### DATA TO EXAMINE
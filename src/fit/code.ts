/** A program as code: a function (or one expression) with a comment that states what was proved and under which assumptions. */
import { build, type Expression, mapChildren, Q, type Rational } from '../expression/index.ts';
import { Declined } from '../outcome.ts';
import { type CodeOptions, codeLanguage, commentLines, functionCode, type LanguageRow, type Statement, toCode } from '../write/index.ts';
import type { FloatFormat } from './format.ts';
import { formatByName, roundTo, ulp } from './format.ts';
import type { Arithmetic, Program } from './program.ts';
import { wrapCode } from './wrap.ts';

export interface FitCodeText {
  /** Imports, comment and function. */
  readonly code: string;
  /** Comment and function without the imports. */
  readonly body: string;
  readonly imports: readonly string[];
}

export interface FitCodeRequest {
  /** Ascending; each serves arguments up to `below`, the last one all others. */
  readonly branches: readonly { readonly below: Rational; readonly program: Program }[];
  readonly variable: string;
  readonly language: string;
  readonly format: FloatFormat;
  readonly name: string;
  readonly comment: readonly string[];
  /** One expression in the variable instead of a function. */
  readonly expression: boolean;
  /** What the function asserts of its parameters. */
  readonly ranges?: readonly ParameterRange[];
}

/** The language row for an emit name. Throws Declined for one that code is not written in. */
export function rowFor(language: string): LanguageRow {
  const row = codeLanguage(language);
  if (!row) throw new Declined('bad-request', `Code is not written in the language "${language}"; choose c, cpp, rust, python, javascript, typescript, java, csharp, go, julia, fortran, matlab, r, glsl, hlsl, kotlin or swift.`);
  return row;
}

const computesInDoubles = (row: LanguageRow): boolean => row.family === 'javascript';

/** The float type that code in this language is written in for a format: its own, or a wider one for formats that are only stored (binary16, bfloat16). */
export function codeFormat(language: string, format: FloatFormat): FloatFormat {
  const row = rowFor(language);
  if (row.floats[format.name]) return format;
  for (const name of format.name === 'binary16' || format.name === 'bfloat16' ? (['binary32', 'binary64'] as const) : []) {
    const wider = formatByName(name);
    if (row.floats[name] && wider?.kind === 'float') return wider;
  }
  throw new Declined('bad-request', `${row.title} has no ${format.name} type; choose another format or language.`);
}

/** In which formats code in this language computes for a result of the format. */
export function machineArithmetic(language: string, format: FloatFormat): Arithmetic {
  const row = rowFor(language);
  if (computesInDoubles(row) && format.name === 'binary32') {
    const operations = formatByName('binary64');
    if (operations?.kind === 'float') return { operations, result: format };
  }
  return { operations: codeFormat(language, format), result: format };
}

export type Fusing = 'exactly' | 'perhaps' | 'never';
/** Whether the language's fused multiply-add rounds once for certain. A shader may compute it in two steps; Go's goes through binary64 for binary32. */
export function fusing(language: string, format: FloatFormat): Fusing {
  const row = rowFor(language);
  if (!row.fma) return 'never';
  return row.id === 'glsl' || (row.id === 'hlsl' && format.name !== 'binary64') || (row.id === 'go' && format.name !== 'binary64') ? 'perhaps' : 'exactly';
}

/** Name of a function in the habits of the language. */
export function functionName(words: readonly string[], language: string): string {
  const camel = ['javascript', 'java', 'csharp', 'go', 'kotlin', 'swift', 'glsl', 'hlsl'].includes(rowFor(language).family);
  const [first = 'f', ...rest] = words.map((w) => w.replace(/[^A-Za-z0-9]/g, ''));
  return camel ? first + rest.map((w) => w.charAt(0).toUpperCase() + w.slice(1)).join('') : [first, ...rest].join('_').toLowerCase();
}

function inlined({ steps, result }: Program): Expression {
  const values = new Map<string, Expression>();
  const visit = (e: Expression): Expression => (e.kind === 'symbol' ? (values.get(e.name) ?? e) : mapChildren(e, visit));
  for (const step of steps) values.set(step.name, visit(step.value));
  return visit(result);
}

/** Throws Declined where the language cannot say it (no such float type, for one). */
export function fitCode({ branches, variable, language, format, name, comment, expression, ranges }: FitCodeRequest): FitCodeText {
  const row = rowFor(language);
  const options: CodeOptions = { language, format: format.name, literal: { hexadecimal: 'where inexact' } };
  const [first] = branches;
  if (!first) throw new RangeError('no program');
  if (expression) {
    if (ranges) throw new Declined('bad-request', 'An assertion needs a function; ask for the result function.');
    if (branches.length > 1) throw new Declined('bad-request', 'Several pieces need a function with branches; ask for the result function.');
    const written = toCode(inlined(first.program), options);
    if (!written.ok) throw new Declined(written.error.code, written.error.message);
    const wrap = computesInDoubles(row) ? row.floats[format.name]?.wrap : undefined;
    const body = wrap ? `${wrap[0]}${written.value.text}${wrap[1]}` : written.value.text;
    return { code: body, body, imports: written.value.imports };
  }
  const statements = ({ steps, result }: Program): Statement[] => [...steps.map((step): Statement => ({ kind: 'let', ...step })), { kind: 'return', value: result, rounded: computesInDoubles(row) }];
  const body: Statement[] = branches.flatMap(({ below, program }, k): Statement[] => {
    if (k === branches.length - 1) return statements(program);
    return [{ kind: 'if', condition: { kind: 'relation', sides: [build.symbol(variable), build.number(below)], relations: ['<='] }, then: statements(program) }];
  });
  return wholeFunction({ name, parameters: [variable], body, language, format, comment, ...(ranges ? { ranges } : {}) });
}

/** A closed range of a parameter. */
export interface ParameterRange {
  readonly name: string;
  readonly low: Rational;
  readonly high: Rational;
  /** As it is written: `[-1, pi/4]`. */
  readonly text: string;
}

/** The range with floats as ends, none outside it. */
function assertion({ name, low, high, text }: ParameterRange, format: FloatFormat): Statement {
  const inward = (end: Rational, way: 1 | -1): Rational => {
    const near = roundTo(end, format) ?? end;
    return Q.compare(near, end) * way >= 0 ? near : (roundTo(Q.add(near, Q.multiply(Q.rational(way), ulp(near, format))), format) ?? near);
  };
  const x = build.symbol(name);
  const relation = (sign: '>=' | '<=', end: Rational): Expression => ({ kind: 'relation', sides: [x, build.number(end)], relations: [sign] });
  return { kind: 'assert', conditions: [relation('>=', inward(low, 1)), relation('<=', inward(high, -1))], message: `${name} outside ${text}` };
}

export interface FunctionRequest {
  readonly name: string;
  readonly parameters: readonly string[];
  readonly body: readonly Statement[];
  readonly language: string;
  readonly format: FloatFormat;
  readonly comment: readonly string[];
  readonly ranges?: readonly ParameterRange[];
}

/** A function of floats with its comment, its parameters converted to the format first where the language declares no types. */
export function wholeFunction({ name, parameters, body, language, format, comment, ranges = [] }: FunctionRequest): FitCodeText {
  const row = rowFor(language);
  const options: CodeOptions = { language, format: format.name, literal: { hexadecimal: 'where inexact' } };
  // Without declared types the argument decides in which format the operations round.
  const untyped = row.floats[format.name]?.wrap !== undefined && row.floats[format.name]?.name === '';
  const converted = untyped ? parameters.map((p): Statement => ({ kind: 'let', name: p, value: build.symbol(p), rounded: true })) : [];
  const written = functionCode({ name, parameters, body: [...converted, ...ranges.map((range) => assertion(range, format)), ...body] }, options);
  if (!written.ok) throw new Declined(written.error.code, written.error.message);
  const text = [...commentLines(row.id, comment), ...written.value.text.split('\n').flatMap((line) => wrapCode(line, row))].join('\n');
  const { imports } = written.value;
  return { code: `${imports.length > 0 ? `${imports.join('\n')}\n\n` : ''}${text}\n`, body: `${text}\n`, imports };
}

### WORK REQUEST
With nothing added or dropped, retype the listing above.

### YOUR SOLUTION
filename src/fit/code.ts
/** A program as code: a function (or one expression) with a comment that states what was proved and under which assumptions. */
import { build, type Expression, mapChildren, Q, type Rational } from '../expression/index.ts';
import { Declined } from '../outcome.ts';
import { type CodeOptions, codeLanguage, commentLines, functionCode, type LanguageRow, type Statement, toCode } from '../write/index.ts';
import type { FloatFormat } from './format.ts';
import { formatByName, roundTo, ulp } from './format.ts';
import type { Arithmetic, Program } from './program.ts';
import { wrapCode } from './wrap.ts';

export interface FitCodeText {
  /** Imports, comment and function. */
  readonly code: string;
  /** Comment and function without the imports. */
  readonly body: string;
  readonly imports: readonly string[];
}

export interface FitCodeRequest {
  /** Ascending; each serves arguments up to `below`, the last one all others. */
  readonly branches: readonly { readonly below: Rational; readonly program: Program }[];
  readonly variable: string;
  readonly language: string;
  readonly format: FloatFormat;
  readonly name: string;
  readonly comment: readonly string[];
  /** One expression in the variable instead of a function. */
  readonly expression: boolean;
  /** What the function asserts of its parameters. */
  readonly ranges?: readonly ParameterRange[];
}

/** The language row for an emit name. Throws Declined for one that code is not written in. */
export function rowFor(language: string): LanguageRow {
  const row = codeLanguage(language);
  if (!row) throw new Declined('bad-request', `Code is not written in the language "${language}"; choose c, cpp, rust, python, javascript, typescript, java, csharp, go, julia, fortran, matlab, r, glsl, hlsl, kotlin or swift.`);
  return row;
}

const computesInDoubles = (row: LanguageRow): boolean => row.family === 'javascript';

/** The float type that code in this language is written in for a format: its own, or a wider one for formats that are only stored (binary16, bfloat16). */
export function codeFormat(language: string, format: FloatFormat): FloatFormat {
  const row = rowFor(language);
  if (row.floats[format.name]) return format;
  for (const name of format.name === 'binary16' || format.name === 'bfloat16' ? (['binary32', 'binary64'] as const) : []) {
    const wider = formatByName(name);
    if (row.floats[name] && wider?.kind === 'float') return wider;
  }
  throw new Declined('bad-request', `${row.title} has no ${format.name} type; choose another format or language.`);
}

/** In which formats code in this language computes for a result of the format. */
export function machineArithmetic(language: string, format: FloatFormat): Arithmetic {
  const row = rowFor(language);
  if (computesInDoubles(row) && format.name === 'binary32') {
    const operations = formatByName('binary64');
    if (operations?.kind === 'float') return { operations, result: format };
  }
  return { operations: codeFormat(language, format), result: format };
}

export type Fusing = 'exactly' | 'perhaps' | 'never';
/** Whether the language's fused multiply-add rounds once for certain. A shader may compute it in two steps; Go's goes through binary64 for binary32. */
export function fusing(language: string, format: FloatFormat): Fusing {
  const row = rowFor(language);
  if (!row.fma) return 'never';
  return row.id === 'glsl' || (row.id === 'hlsl' && format.name !== 'binary64') || (row.id === 'go' && format.name !== 'binary64') ? 'perhaps' : 'exactly';
}

/** Name of a function in the habits of the language. */
export function functionName(words: readonly string[], language: string): string {
  const camel = ['javascript', 'java', 'csharp', 'go', 'kotlin', 'swift', 'glsl', 'hlsl'].includes(rowFor(language).family);
  const [first = 'f', ...rest] = words.map((w) => w.replace(/[^A-Za-z0-9]/g, ''));
  return camel ? first + rest.map((w) => w.charAt(0).toUpperCase() + w.slice(1)).join('') : [first, ...rest].join('_').toLowerCase();
}

function inlined({ steps, result }: Program): Expression {
  const values = new Map<string, Expression>();
  const visit = (e: Expression): Expression => (e.kind === 'symbol' ? (values.get(e.name) ?? e) : mapChildren(e, visit));
  for (const step of steps) values.set(step.name, visit(step.value));
  return visit(result);
}

/** Throws Declined where the language cannot say it (no such float type, for one). */
export function fitCode({ branches, variable, language, format, name, comment, expression, ranges }: FitCodeRequest): FitCodeText {
  const row = rowFor(language);
  const options: CodeOptions = { language, format: format.name, literal: { hexadecimal: 'where inexact' } };
  const [first] = branches;
  if (!first) throw new RangeError('no program');
  if (expression) {
    if (ranges) throw new Declined('bad-request', 'An assertion needs a function; ask for the result function.');
    if (branches.length > 1) throw new Declined('bad-request', 'Several pieces need a function with branches; ask for the result function.');
    const written = toCode(inlined(first.program), options);
    if (!written.ok) throw new Declined(written.error.code, written.error.message);
    const wrap = computesInDoubles(row) ? row.floats[format.name]?.wrap : undefined;
    const body = wrap ? `${wrap[0]}${written.value.text}${wrap[1]}` : written.value.text;
    return { code: body, body, imports: written.value.imports };
  }
  const statements = ({ steps, result }: Program): Statement[] => [...steps.map((step): Statement => ({ kind: 'let', ...step })), { kind: 'return', value: result, rounded: computesInDoubles(row) }];
  const body: Statement[] = branches.flatMap(({ below, program }, k): Statement[] => {
    if (k === branches.length - 1) return statements(program);
    return [{ kind: 'if', condition: { kind: 'relation', sides: [build.symbol(variable), build.number(below)], relations: ['<='] }, then: statements(program) }];
  });
  return wholeFunction({ name, parameters: [variable], body, language, format, comment, ...(ranges ? { ranges } : {}) });
}

/** A closed range of a parameter. */
export interface ParameterRange {
  readonly name: string;
  readonly low: Rational;
  readonly high: Rational;
  /** As it is written: `[-1, pi/4]`. */
  readonly text: string;
}

/** The range with floats as ends, none outside it. */
function assertion({ name, low, high, text }: ParameterRange, format: FloatFormat): Statement {
  const inward = (end: Rational, way: 1 | -1): Rational => {
    const near = roundTo(end, format) ?? end;
    return Q.compare(near, end) * way >= 0 ? near : (roundTo(Q.add(near, Q.multiply(Q.rational(way), ulp(near, format))), format) ?? near);
  };
  const x = build.symbol(name);
  const relation = (sign: '>=' | '<=', end: Rational): Expression => ({ kind: 'relation', sides: [x, build.number(end)], relations: [sign] });
  return { kind: 'assert', conditions: [relation('>=', inward(low, 1)), relation('<=', inward(high, -1))], message: `${name} outside ${text}` };
}

export interface FunctionRequest {
  readonly name: string;
  readonly parameters: readonly string[];
  readonly body: readonly Statement[];
  readonly language: string;
  readonly format: FloatFormat;
  readonly comment: readonly string[];
  readonly ranges?: readonly ParameterRange[];
}

/** A function of floats with its comment, its parameters converted to the format first where the language declares no types. */
export function wholeFunction({ name, parameters, body, language, format, comment, ranges = [] }: FunctionRequest): FitCodeText {
  const row = rowFor(language);
  const options: CodeOptions = { language, format: format.name, literal: { hexadecimal: 'where inexact' } };
  // Without declared types the argument decides in which format the operations round.
  const untyped = row.floats[format.name]?.wrap !== undefined && row.floats[format.name]?.name === '';
  const converted = untyped ? parameters.map((p): Statement => ({ kind: 'let', name: p, value: build.symbol(p), rounded: true })) : [];
  const written = functionCode({ name, parameters, body: [...converted, ...ranges.map((range) => assertion(range, format)), ...body] }, options);
  if (!written.ok) throw new Declined(written.error.code, written.error.message);
  const text = [...commentLines(row.id, comment), ...written.value.text.split('\n').flatMap((line) => wrapCode(line, row))].join('\n');
  const { imports } = written.value;
  return { code: `${imports.length > 0 ? `${imports.join('\n')}\n\n` : ''}${text}\n`, body: `${text}\n`, imports };
}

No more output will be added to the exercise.